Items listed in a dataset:
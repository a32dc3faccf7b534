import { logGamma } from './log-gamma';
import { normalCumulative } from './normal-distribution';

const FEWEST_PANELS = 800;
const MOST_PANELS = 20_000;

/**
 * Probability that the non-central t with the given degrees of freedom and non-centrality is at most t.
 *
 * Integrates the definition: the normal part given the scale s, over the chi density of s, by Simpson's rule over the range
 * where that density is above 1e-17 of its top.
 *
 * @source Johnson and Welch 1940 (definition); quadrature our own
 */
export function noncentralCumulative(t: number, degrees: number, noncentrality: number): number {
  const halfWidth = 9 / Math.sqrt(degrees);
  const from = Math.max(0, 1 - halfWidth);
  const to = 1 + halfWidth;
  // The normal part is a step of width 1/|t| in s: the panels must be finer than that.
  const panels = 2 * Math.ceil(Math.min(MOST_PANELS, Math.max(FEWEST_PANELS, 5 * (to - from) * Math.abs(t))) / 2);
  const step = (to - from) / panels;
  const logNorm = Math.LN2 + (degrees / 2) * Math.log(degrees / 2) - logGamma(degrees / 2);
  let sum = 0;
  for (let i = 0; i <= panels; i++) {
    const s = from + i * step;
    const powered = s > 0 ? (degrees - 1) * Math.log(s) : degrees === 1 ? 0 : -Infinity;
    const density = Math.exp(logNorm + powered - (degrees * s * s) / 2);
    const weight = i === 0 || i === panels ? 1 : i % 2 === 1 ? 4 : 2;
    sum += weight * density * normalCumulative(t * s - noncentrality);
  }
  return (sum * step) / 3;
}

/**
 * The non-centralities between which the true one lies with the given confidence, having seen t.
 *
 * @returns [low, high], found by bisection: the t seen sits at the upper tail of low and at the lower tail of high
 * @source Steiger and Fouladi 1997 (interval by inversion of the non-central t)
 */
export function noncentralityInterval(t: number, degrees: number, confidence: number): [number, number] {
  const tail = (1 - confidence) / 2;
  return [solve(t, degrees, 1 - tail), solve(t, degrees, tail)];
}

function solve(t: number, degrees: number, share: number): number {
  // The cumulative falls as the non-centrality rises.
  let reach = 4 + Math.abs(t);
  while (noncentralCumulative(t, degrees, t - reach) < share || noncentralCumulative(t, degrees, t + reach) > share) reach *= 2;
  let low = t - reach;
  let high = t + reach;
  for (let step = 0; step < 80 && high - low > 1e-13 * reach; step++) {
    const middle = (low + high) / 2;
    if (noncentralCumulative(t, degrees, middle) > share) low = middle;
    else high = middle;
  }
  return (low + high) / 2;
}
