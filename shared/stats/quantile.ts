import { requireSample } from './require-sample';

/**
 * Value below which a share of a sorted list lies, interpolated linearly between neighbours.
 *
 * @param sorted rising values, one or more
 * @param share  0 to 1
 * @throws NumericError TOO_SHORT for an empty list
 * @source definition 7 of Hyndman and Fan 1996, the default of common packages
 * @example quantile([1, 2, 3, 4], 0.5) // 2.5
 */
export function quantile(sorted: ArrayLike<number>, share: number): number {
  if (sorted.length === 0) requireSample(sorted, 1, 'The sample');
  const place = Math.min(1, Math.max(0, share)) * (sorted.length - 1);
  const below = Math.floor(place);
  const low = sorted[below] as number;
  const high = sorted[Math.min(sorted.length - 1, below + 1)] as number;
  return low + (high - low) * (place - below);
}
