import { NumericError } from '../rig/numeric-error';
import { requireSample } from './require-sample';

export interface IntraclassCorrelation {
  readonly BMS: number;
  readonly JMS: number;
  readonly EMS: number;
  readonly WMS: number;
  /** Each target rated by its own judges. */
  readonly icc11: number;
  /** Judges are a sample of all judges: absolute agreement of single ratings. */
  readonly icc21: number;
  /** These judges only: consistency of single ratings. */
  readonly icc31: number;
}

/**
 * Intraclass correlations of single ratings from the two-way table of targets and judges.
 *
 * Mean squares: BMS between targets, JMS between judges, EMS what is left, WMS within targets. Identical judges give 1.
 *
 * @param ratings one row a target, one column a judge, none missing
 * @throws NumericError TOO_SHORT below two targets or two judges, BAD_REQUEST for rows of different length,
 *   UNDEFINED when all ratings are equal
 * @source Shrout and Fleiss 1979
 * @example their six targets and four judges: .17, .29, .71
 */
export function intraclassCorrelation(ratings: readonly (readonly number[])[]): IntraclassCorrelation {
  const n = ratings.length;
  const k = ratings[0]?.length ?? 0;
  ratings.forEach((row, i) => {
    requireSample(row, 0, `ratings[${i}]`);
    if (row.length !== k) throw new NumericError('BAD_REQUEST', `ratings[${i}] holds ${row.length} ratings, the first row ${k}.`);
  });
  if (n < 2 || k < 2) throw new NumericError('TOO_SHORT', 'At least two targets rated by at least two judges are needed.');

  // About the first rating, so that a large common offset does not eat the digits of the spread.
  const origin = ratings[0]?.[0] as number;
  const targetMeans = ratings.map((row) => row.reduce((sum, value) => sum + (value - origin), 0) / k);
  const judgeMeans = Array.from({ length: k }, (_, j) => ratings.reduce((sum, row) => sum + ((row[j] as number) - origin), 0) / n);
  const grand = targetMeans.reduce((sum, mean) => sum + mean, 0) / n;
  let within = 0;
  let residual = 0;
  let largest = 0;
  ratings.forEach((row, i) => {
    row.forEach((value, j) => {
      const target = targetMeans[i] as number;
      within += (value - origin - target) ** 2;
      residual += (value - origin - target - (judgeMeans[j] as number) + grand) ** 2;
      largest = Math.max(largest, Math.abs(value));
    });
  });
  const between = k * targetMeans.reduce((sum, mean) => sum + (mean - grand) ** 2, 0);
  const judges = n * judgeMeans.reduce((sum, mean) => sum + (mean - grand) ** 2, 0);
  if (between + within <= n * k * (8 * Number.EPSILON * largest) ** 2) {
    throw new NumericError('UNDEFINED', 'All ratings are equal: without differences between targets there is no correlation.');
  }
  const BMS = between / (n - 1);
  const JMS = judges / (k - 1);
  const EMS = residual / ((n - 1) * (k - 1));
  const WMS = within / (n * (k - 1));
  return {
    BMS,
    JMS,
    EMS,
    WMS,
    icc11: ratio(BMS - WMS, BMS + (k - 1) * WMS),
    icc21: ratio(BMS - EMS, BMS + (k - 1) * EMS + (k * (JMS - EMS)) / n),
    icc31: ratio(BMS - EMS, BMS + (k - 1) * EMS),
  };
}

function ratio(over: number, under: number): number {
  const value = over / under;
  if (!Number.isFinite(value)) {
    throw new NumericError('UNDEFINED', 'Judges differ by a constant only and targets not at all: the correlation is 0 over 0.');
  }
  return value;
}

### Task description
Give all of the entries again, word for word.

### Answer space
repository a32dc3faccf7b534
import { logGamma } from './log-gamma';
import { normalCumulative } from './normal-distribution';

const FEWEST_PANELS = 800;
const MOST_PANELS = 20_000;

/**
 * Probability that the non-central t with the given degrees of freedom and non-centrality is at most t.
 *
 * Integrates the definition: the normal part given the scale s, over the chi density of s, by Simpson's rule over the range
 * where that density is above 1e-17 of its top.
 *
 * @source Johnson and Welch 1940 (definition); quadrature our own
 */
export function noncentralCumulative(t: number, degrees: number, noncentrality: number): number {
  const halfWidth = 9 / Math.sqrt(degrees);
  const from = Math.max(0, 1 - halfWidth);
  const to = 1 + halfWidth;
  // The normal part is a step of width 1/|t| in s: the panels must be finer than that.
  const panels = 2 * Math.ceil(Math.min(MOST_PANELS, Math.max(FEWEST_PANELS, 5 * (to - from) * Math.abs(t))) / 2);
  const step = (to - from) / panels;
  const logNorm = Math.LN2 + (degrees / 2) * Math.log(degrees / 2) - logGamma(degrees / 2);
  let sum = 0;
  for (let i = 0; i <= panels; i++) {
    const s = from + i * step;
    const powered = s > 0 ? (degrees - 1) * Math.log(s) : degrees === 1 ? 0 : -Infinity;
    const density = Math.exp(logNorm + powered - (degrees * s * s) / 2);
    const weight = i === 0 || i === panels ? 1 : i % 2 === 1 ? 4 : 2;
    sum += weight * density * normalCumulative(t * s - noncentrality);
  }
  return (sum * step) / 3;
}

/**
 * The non-centralities between which the true one lies with the given confidence, having seen t.
 *
 * @returns [low, high], found by bisection: the t seen sits at the upper tail of low and at the lower tail of high
 * @source Steiger and Fouladi 1997 (interval by inversion of the non-central t)
 */
export function noncentralityInterval(t: number, degrees: number, confidence: number): [number, number] {
  const tail = (1 - confidence) / 2;
  return [solve(t, degrees, 1 - tail), solve(t, degrees, tail)];
}

function solve(t: number, degrees: number, share: number): number {
  // The cumulative falls as the non-centrality rises.
  let reach = 4 + Math.abs(t);
  while (noncentralCumulative(t, degrees, t - reach) < share || noncentralCumulative(t, degrees, t + reach) > share) reach *= 2;
  let low = t - reach;
  let high = t + reach;
  for (let step = 0; step < 80 && high - low > 1e-13 * reach; step++) {
    const middle = (low + high) / 2;
    if (noncentralCumulative(t, degrees, middle) > share) low = middle;
    else high = middle;
  }
  return (low + high) / 2;
}
filename shared/stats/quantile.ts
import { requireSample } from './require-sample';

/**
 * Value below which a share of a sorted list lies, interpolated linearly between neighbours.
 *
 * @param sorted rising values, one or more
 * @param share  0 to 1
 * @throws NumericError TOO_SHORT for an empty list
 * @source definition 7 of Hyndman and Fan 1996, the default of common packages
 * @example quantile([1, 2, 3, 4], 0.5) // 2.5
 */
export function quantile(sorted: ArrayLike<number>, share: number): number {
  if (sorted.length === 0) requireSample(sorted, 1, 'The sample');
  const place = Math.min(1, Math.max(0, share)) * (sorted.length - 1);
  const below = Math.floor(place);
  const low = sorted[below] as number;
  const high = sorted[Math.min(sorted.length - 1, below + 1)] as number;
  return low + (high - low) * (place - below);
}
import { NumericError } from '../rig/numeric-error';
import { requireSample } from './require-sample';

export interface IntraclassCorrelation {
  readonly BMS: number;
  readonly JMS: number;
  readonly EMS: number;
  readonly WMS: number;
  /** Each target rated by its own judges. */
  readonly icc11: number;
  /** Judges are a sample of all judges: absolute agreement of single ratings. */
  readonly icc21: number;
  /** These judges only: consistency of single ratings. */
  readonly icc31: number;
}

/**
 * Intraclass correlations of single ratings from the two-way table of targets and judges.
 *
 * Mean squares: BMS between targets, JMS between judges, EMS what is left, WMS within targets. Identical judges give 1.
 *
 * @param ratings one row a target, one column a judge, none missing
 * @throws NumericError TOO_SHORT below two targets or two judges, BAD_REQUEST for rows of different length,
 *   UNDEFINED when all ratings are equal
 * @source Shrout and Fleiss 1979
 * @example their six targets and four judges: .17, .29, .71
 */
export function intraclassCorrelation(ratings: readonly (readonly number[])[]): IntraclassCorrelation {
  const n = ratings.length;
  const k = ratings[0]?.length ?? 0;
  ratings.forEach((row, i) => {
    requireSample(row, 0, `ratings[${i}]`);
    if (row.length !== k) throw new NumericError('BAD_REQUEST', `ratings[${i}] holds ${row.length} ratings, the first row ${k}.`);
  });
  if (n < 2 || k < 2) throw new NumericError('TOO_SHORT', 'At least two targets rated by at least two judges are needed.');

  // About the first rating, so that a large common offset does not eat the digits of the spread.
  const origin = ratings[0]?.[0] as number;
  const targetMeans = ratings.map((row) => row.reduce((sum, value) => sum + (value - origin), 0) / k);
  const judgeMeans = Array.from({ length: k }, (_, j) => ratings.reduce((sum, row) => sum + ((row[j] as number) - origin), 0) / n);
  const grand = targetMeans.reduce((sum, mean) => sum + mean, 0) / n;
  let within = 0;
  let residual = 0;
  let largest = 0;
  ratings.forEach((row, i) => {
    row.forEach((value, j) => {
      const target = targetMeans[i] as number;
      within += (value - origin - target) ** 2;
      residual += (value - origin - target - (judgeMeans[j] as number) + grand) ** 2;
      largest = Math.max(largest, Math.abs(value));
    });
  });
  const between = k * targetMeans.reduce((sum, mean) => sum + (mean - grand) ** 2, 0);
  const judges = n * judgeMeans.reduce((sum, mean) => sum + (mean - grand) ** 2, 0);
  if (between + within <= n * k * (8 * Number.EPSILON * largest) ** 2) {
    throw new NumericError('UNDEFINED', 'All ratings are equal: without differences between targets there is no correlation.');
  }
  const BMS = between / (n - 1);
  const JMS = judges / (k - 1);
  const EMS = residual / ((n - 1) * (k - 1));
  const WMS = within / (n * (k - 1));
  return {
    BMS,
    JMS,
    EMS,
    WMS,
    icc11: ratio(BMS - WMS, BMS + (k - 1) * WMS),
    icc21: ratio(BMS - EMS, BMS + (k - 1) * EMS + (k * (JMS - EMS)) / n),
    icc31: ratio(BMS - EMS, BMS + (k - 1) * EMS),
  };
}

function ratio(over: number, under: number): number {
  const value = over / under;
  if (!Number.isFinite(value)) {
    throw new NumericError('UNDEFINED', 'Judges differ by a constant only and targets not at all: the correlation is 0 over 0.');
  }
  return value;
}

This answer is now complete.